Writing in the August AUEW Journal, Hugh Scanlon inveighs against the lords who amended the Trade Union Act ‘The Trade Union and Labour Relations Act has therefore been mutilated by a combination of anti-trade union elements in both houses of parliament.’ It is .not however in the spite of the opposition MPs that the real danger for the future lies. It is in the illusion that anything is guaranteed by the system of industrial law. In the same LRD article, O.H. Parsons insists that ‘Only successive Acts of Parliament, in 1871, 1875, 1906, 1913, have given unions their precarious right to exist and operate.’ Now even the ostriches in Congress House know that the 1875 Act – apart from giving the ‘permission to exist’ – incorporated the law used to imprison the Shrewsbury pickets. In exactly the same way the 1974 Act is full of pitfalls. So for example it is an ‘inadmissable’ reason for dismissal that a worker exercised union rights. But it is perfectly fair if – in the view of the tribunal – he was acting in any way against the company’s commercial interests. Similarly, there is no law specifically against picketing – only laws against effective picketing. Blacking is alright – but be careful you don’t interfere with the company’s commercial position. And the union closed shop is in order -provided you don’t exclude blacklegs in an ‘unreasonable’ way. Who is to decide what is reasonable? The tribunals, the magistrates, the judges, the lords ...

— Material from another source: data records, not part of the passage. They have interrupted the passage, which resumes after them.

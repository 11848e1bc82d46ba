import { describe, expect, it } from 'vitest';
import { centreToShow, fitView, symbolScale, toScreen, toSheet, ZOOM_RANGE } from './viewport';

const SIZE = { width: 1000, height: 600 };
const NONE = { left: 0, top: 0, right: 0, bottom: 0 };

describe('fitView', () => {
  it('is finite for no point, one point and points in one line', () => {
    for (const points of [
      [],
      [{ x: 30, y: 40 }],
      [
        { x: 0, y: 0 },
        { x: 500, y: 0 },
      ],
      [
        { x: 7, y: -900 },
        { x: 7, y: 900 },
      ],
    ]) {
      const { zoom, centre } = fitView(points, SIZE, NONE);
      expect(Number.isFinite(zoom) && Number.isFinite(centre.x) && Number.isFinite(centre.y)).toBe(true);
      expect(zoom).toBeGreaterThanOrEqual(ZOOM_RANGE.least);
    }
  });

  it('shows every point, clear of the inset', () => {
    const points = [
      { x: -200, y: 100 },
      { x: 2400, y: 1300 },
    ];
    const { zoom, centre } = fitView(points, SIZE, { ...NONE, top: 80 });
    const viewport = { ...SIZE, zoom, panX: SIZE.width / 2 - centre.x * zoom, panY: SIZE.height / 2 - centre.y * zoom };
    for (const point of points) {
      const { x, y } = toScreen(point, viewport);
      expect(x > 0 && x < SIZE.width && y > 80 && y < SIZE.height).toBe(true);
    }
  });
});

describe('the window', () => {
  const viewport = { ...SIZE, zoom: 2, panX: -100, panY: 50 };

  it('goes to the sheet and back', () => {
    expect(toSheet(toScreen({ x: 12, y: 34 }, viewport), viewport)).toEqual({ x: 12, y: 34 });
  });

  it('moves only when a place is out of sight, and no farther than needed', () => {
    expect(centreToShow({ x: 300, y: 100 }, viewport, 40)).toBeNull();
    const centre = centreToShow({ x: 600, y: 100 }, viewport, 40);
    expect(centre).not.toBeNull();
    const panX = SIZE.width / 2 - (centre?.x ?? 0) * 2;
    expect(toScreen({ x: 600, y: 100 }, { ...viewport, panX }).x).toBe(SIZE.width - 40);
  });

  it('keeps symbols between 0.8 and 1.6 of their size, and lets them shrink where they would cover each other', () => {
    expect([0.3, 0.5, 1, 4].map((zoom) => symbolScale(zoom) * zoom)).toEqual([0.8, 0.8, 1, 1.6]);
    expect(symbolScale(0.15) * 0.15).toBeCloseTo(0.4, 12);
  });
});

The whole picture is perhaps symbolised by what the Labour government has done to the CIR. The CIR was an object of great hatred, along with the NIRC. It has been abolished. The Chairman, Sir Len Neal, has been blackballed by the TUC. But the personnel, the records, the philosophy remain the same. They have been transferred in one go to the Conciliation Service. Meanwhile the Pay Board staff and records have all gone to the new Royal Commission on Incomes. The policies remain the same, most of the people remain the same, the courts remain the same, the needs remain the same – only the name of the game is different. When all the dust is cleared from the new Trade Union Act, the reason for Mr Prior’s acceptance becomes clear. Enough has been done to retain the machinery to control the unions. The only rights the unions have are those enforced by their strength, their solidarity and their politics. The state has more weapons to use against workers than it did in 1971 and that is what matters to the employers and the government.